Dove va giornalismo? Il futuro dei giornali di carta
“La carta stampata, fatta bene, è come il whisky dopo cena”. Con queste parole Lorenzo Del Boca, presidente dell’Ordine Nazionale dei Giornalisti, ha espresso l’irrinunciabilità del giornalismo su carta stampata per un lettore. Un momento che ha a che fare con il gusto, con i sensi.
I lettori dovranno rinunciare al piacere di un buon giornale cartaceo nel futuro immediato? Questo il tema dominante dell’incontro denominato “Il futuro dei giornali di carta”, tenutosi ieri all’Hotel Brufani. Ospiti, oltre a Del Boca, Alessandro Brignone (direttore Fieg), Ruben Razzante (Fondazione Ugo Bordoni) e Stephan Russ-Molh, direttore dell’European Jornalism Observatory, i cui interventi sono stati spesso sottolineati dagli scroscianti applausi del pubblico. A moderare Dante Ciliani, presidente dell’Ordine dei giornalisti dell’Umbria.
Il gusto dicevamo, un approccio sensoriale con l’informazione. Pensiamo ad un giornale, ed in mente viene evocato l’odore delle pagine intrise d’inchiostro; pensiamo alla lettura e sentiamo il fruscio delle pagine che veloci scorrono fra le dita. Un momento capace di coinvolgere tutti i sensi, un rapporto fisico tra l’oggetto ed il soggetto.
E’ dunque questo il senso del giornalismo di carta stampata?
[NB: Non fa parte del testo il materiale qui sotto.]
"""Tables of readings in a grid: title blocks left aside, one to four header rows joined, tables side by side parted."""

from __future__ import annotations

import re
from collections.abc import Callable, Sequence
from dataclasses import dataclass
from datetime import date, datetime, time, timedelta

from reporter.intake.foreign.grid import Grid, Page
from reporter.intake.foreign.process_words import process_in
from reporter.intake.foreign.words import gases_in, statistic_in, time_part, units_in
from reporter.intake.table import Raw, clean, show

#: A header has at most so many rows, and two of its words in one row.
HEADER_ROWS = 4
#: Headers of one sheet, at the most: a log whose header stands on each printed page has hundreds.
MOST_TABLES = 2_000
_TIMELIKE = re.compile(
    r"\d{1,4}[-/.]\d{1,2}[-/.]\d{1,4}|\d{1,2}:\d{2}|\d{1,2}[\s.\-]*[^\W\d_]{3,9}\.?[\s.\-,]*\d{2,4}"
    r"|[^\W\d_]{3,9}\.?\s+\d{1,2},?\s+\d{4}|^(?:19|20)\d{10}(?:\d\d)?$"
)
#: Oxygen as a header sometimes spells it, which looks like a number.
_OXYGEN = ("02", "0 2")
_NUMBER = re.compile(r"^[<>]?\s*+[+\-−]?(?:[.,'’ ]*+\d)++[.,'’ ]*+(?:[eE][+\-]?\d+)?\s*%?$")


@dataclass(frozen=True, slots=True)
class Table:
    """One table of readings: its page, header rows, columns and rows of data (ends not included).

    `headers` holds a text for each column of `columns`: its header cells from top to bottom, joined.
    """

    page: Page
    header_rows: tuple[int, ...]
    columns: tuple[int, ...]
    headers: tuple[str, ...]
    first: int
    last: int

    @property
    def signature(self) -> tuple[str, ...]:
        """The headers for comparison with those of another table."""
        return tuple(" ".join(text.split()).casefold() for text in self.headers)

    def words(self) -> str:
        """The table in a few words."""
        where = f"sheet {self.page.sheet!r}, " if self.page.sheet else ""
        hidden = " (hidden)" if self.page.hidden else ""
        lines = (
            f"{self.page.number(self.header_rows[0])} to {self.page.number(max(self.last - 1, self.header_rows[0]))}"
        )
        named = [text for text in self.headers if text]
        return f"{where}rows {lines}{hidden}: {', '.join(named[:12])}{', ...' if len(named) > 12 else ''}"


def is_timelike(value: Raw) -> bool:
    """Whether a cell looks like a date or a time."""
    if isinstance(value, (datetime, date, time, timedelta)):
        return True
    return isinstance(value, str) and _TIMELIKE.search(clean(value)) is not None


def timed_rows(table: Table) -> bool:
    """Whether most rows of a table hold a date or a time, in whatever column."""
    rows = [row for row in table.page.rows[table.first : table.last] if any(not blank(cell) for cell in row)]
    timed = sum(1 for row in rows if any(is_timelike(at(row, column)) for column in table.columns))
    return bool(rows) and 2 * timed > len(rows)


def is_numberlike(value: Raw) -> bool:
    """Whether a cell is a number, or a text that looks like one."""
    if isinstance(value, float):
        return True
    return isinstance(value, str) and _NUMBER.match(clean(value)) is not None


def blank(value: Raw) -> bool:
    """Whether nothing stands in a cell."""
    if isinstance(value, str):
        return not value or not (value[0].isalnum() or clean(value))
    return value is None


def at(row: Sequence[Raw], column: int) -> Raw:
    """The cell of a row, nothing where the row is short."""
    return row[column] if column < len(row) else None


def find_tables(grid: Grid) -> tuple[Table, ...]:
    """Every table of readings: a header that names a gas, and rows below it; of a plant's log where there is none.

    A sheet with more headers than `MOST_TABLES` is no log, and has no table.
    """
    found = tuple(table for page in grid.pages for table in _of_page(page, _is_header))
    return found or tuple(table for page in grid.pages for table in _of_page(page, _is_process_header))


def _of_page(page: Page, is_header: Callable[[Sequence[str]], bool]) -> list[Table]:
    blocks = find_headers(page, is_header)
    tables: list[Table] = []
    if len(blocks) <= MOST_TABLES:
        for number, block in enumerate(blocks):
            last = blocks[number + 1][0] if number + 1 < len(blocks) else page.end
            tables += _side_by_side(page, block, last)
    return tables


def find_headers(page: Page, is_header: Callable[[Sequence[str]], bool] | None = None) -> list[tuple[int, ...]]:
    """The rows of each header of a page (that names a gas, where not said otherwise); at most one too many."""
    known = is_header or _is_header
    blocks: list[tuple[int, ...]] = []
    taken: set[int] = set()
    for row in page.wordy():
        if row not in taken and _perhaps_header(page.rows[row]) and known(_texts(page, row)):
            block = _block(page, row)
            taken.update(block)
            blocks.append(block)
            if len(blocks) > MOST_TABLES:
                break
    return blocks


def _texts(page: Page, row: int) -> list[str]:
    """The texts of a row, those of merged cells in each cell they cover; empty for what is no text."""
    cells = page.rows[row] if row < len(page.rows) else ()
    texts = [" ".join(clean(cell).split()) if isinstance(cell, str) else "" for cell in cells]
    for top, left, bottom, right in page.merged:
        if top <= row <= bottom:
            value = at(page.rows[top], left)
            if isinstance(value, str):
                texts += [""] * (right + 1 - len(texts))
                texts[left : right + 1] = [" ".join(clean(value).split())] * (right + 1 - left)
    return texts


def _perhaps_header(cells: Sequence[Raw]) -> bool:
    """Whether two cells of a row are texts that are neither numbers nor times: a quick look before a thorough one."""
    words = 0
    for cell in cells:
        if not isinstance(cell, str):
            continue
        words += cell.strip() in _OXYGEN or (any(map(str.isalpha, cell)) and not _TIMELIKE.search(cell))
        if words > 1:
            return True
    return False


def _is_header(texts: Sequence[str]) -> bool:
    """Whether a row names a gas and, in another cell, a time or another gas."""
    short = [text for text in texts if text and len(text) <= 80 and not _TIMELIKE.search(text)]
    short = [text for text in short if text in _OXYGEN or not _NUMBER.match(text)]
    gases = [text for text in short if gases_in(text)]
    times = [text for text in short if time_part(text)]
    return len(set(gases)) + len(times) >= 2 and bool(gases) and len(short) >= 2


def _is_process_header(texts: Sequence[str]) -> bool:
    """Whether a row names a time and, in another cell, a quantity of the plant's."""
    short = [text for text in texts if text and len(text) <= 80 and not _TIMELIKE.search(text)]
    times = [text for text in short if time_part(text)]
    return bool(times) and any(process_in(text) for text in short if text not in times)


def _block(page: Page, row: int) -> tuple[int, ...]:
    """The header rows around the row found: groups above, names and units below."""
    width = sum(1 for text in _texts(page, row) if text)
    rows = [row]
    above = row - 1
    while above >= 0 and len(rows) < HEADER_ROWS and _words_only(page, above, max(2, (width + 1) // 2)):
        rows.insert(0, above)
        above -= 1
    below = row + 1
    while below < len(page.rows) and len(rows) < HEADER_ROWS and _below(page, below):
        rows.append(below)
        below += 1
    return tuple(rows)


def _words_only(page: Page, row: int, least: int) -> bool:
    texts = _texts(page, row)
    cells = page.rows[row]
    if any(is_timelike(cell) or (is_numberlike(cell) and not gases_in(show(cell))) for cell in cells):
        return False
    return sum(1 for text in texts if text) >= least


def _below(page: Page, row: int) -> bool:
    """Whether a row below the header still belongs to it: units, or further words in several cells."""
    texts = [text for text in _texts(page, row) if text]
    if not texts or not _words_only(page, row, 1):
        return False
    units = sum(1 for text in texts if units_in(text))
    merged = any(top < row <= bottom for top, _, bottom, _ in page.merged)
    words = sum(1 for text in texts if units_in(text) or gases_in(text) or time_part(text) or len(text) <= 12)
    return units >= 1 or (merged and words >= 1) or (len(texts) >= 2 and words >= 2 and not _reading_words(texts))


def _reading_words(texts: Sequence[str]) -> bool:
    from reporter.intake.sheets import reading_words

    return any(text.casefold() in reading_words() for text in texts)


def _side_by_side(page: Page, block: tuple[int, ...], last: int) -> list[Table]:
    """The tables of one header block, parted at columns in which nothing stands."""
    first = block[-1] + 1
    width = max(page.widths(block[0], last), default=0)
    width = max(width, *(len(_texts(page, row)) for row in block))
    used = [
        column
        for column in range(width)
        if any(column < len(texts) and texts[column] for texts in (_texts(page, row) for row in block))
        or any(not blank(at(page.rows[row], column)) for row in range(first, last))
    ]
    groups: list[list[int]] = []
    for column in used:
        if groups and column == groups[-1][-1] + 1:
            groups[-1].append(column)
        else:
            groups.append([column])
    with_time = [group for group in groups if any(time_part(_joined(page, block, c)) for c in group)]
    if len(with_time) < 2:
        groups = [used]
    return [_table(page, block, tuple(group), (first, last)) for group in groups if group]


def _joined(page: Page, block: tuple[int, ...], column: int) -> str:
    """The header of one column: its texts from top to bottom, each once.

    A group's name, such as that of a gas, stands above the first of its columns alone: one that heads a statistic of it
    (Min, Avg, Max) has it too.
    """
    parts: list[str] = []
    every = [_texts(page, row) for row in block]
    for number, texts in enumerate(every):
        text = texts[column] if column < len(texts) else ""
        below = (own[column] for own in every[number + 1 :] if column < len(own) and own[column])
        if not text and (under := next(below, "")) and statistic_in(under) and not gases_in(under):
            text = next((group for group in reversed(texts[:column]) if group), "")
        if text and text not in parts:
            parts.append(text)
    return " | ".join(parts)


def _table(page: Page, block: tuple[int, ...], columns: tuple[int, ...], span: tuple[int, int]) -> Table:
    headers = tuple(_joined(page, block, column) for column in columns)
    return Table(page, block, columns, headers, span[0], span[1])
Lorenzo Del Boca ne è convinto: se un giornale tradizionale è fatto bene, con qualità, non c’è gara, non ci sono nuovi media che tengano. La possibilità d’approfondimento, di ricerca, di analisi che c’è dietro ad un giornale cartaceo non può essere eguagliata. La velocità dei nuovi mezzi di comunicazione va a discapito della qualità degli stessi, e il livello dell’attenzione dei lettori è inferiore rispetto a quella che si ha nella consultazione dei vecchi giornali.
Eppure i dati sono in controtendenza: in Italia si leggono e soprattutto si comprano pochi giornali (5 milioni e mezzo attualmente). Numeri da impallidire se confrontati con altre realtà europeo ed extraeuropee: in Giappone – afferma Alessandro Brignone – sono oltre 30milioni i giornali acquistati ogni giorno, con un livello di abbonamento pari al 90%.
Migliorare la qualità, tutti d’accordo, ma si punta il dito anche contro le ingerenze della politica e dei poteri economici sulla stampa, come le banche che “tengono con un cappio al collo i giornali”, come sostiene Ruben Razzante.
Una voce fuori dal coro è invece quella di Stephan Russ-Mohl, unico dei presenti ad essere convinto della futura scomparsa della carta stampata: “La vera domanda non è cosa succederà ai giornali cartacei, ma cosa succederà al giornalismo. Chi pagherà per il giornalismo? Senza pagamenti non c’è buon giornalismo”.
La platea, in buona parte composta da giornalisti e sognanti tali, applaude convinta.
Rush-Mohl va oltre: “Si potrebbero risparmiare il 70 – 80% dei costi se il giornalismo passasse tutto su internet. Si deve superare la vecchia tecnologia”.
Se un buon giornalismo è possibile anche su fogli elettronici, se la professionalità va oltre il supporto sulla quale viene espressa, qual è il senso autentico del giornalismo su carta stampata?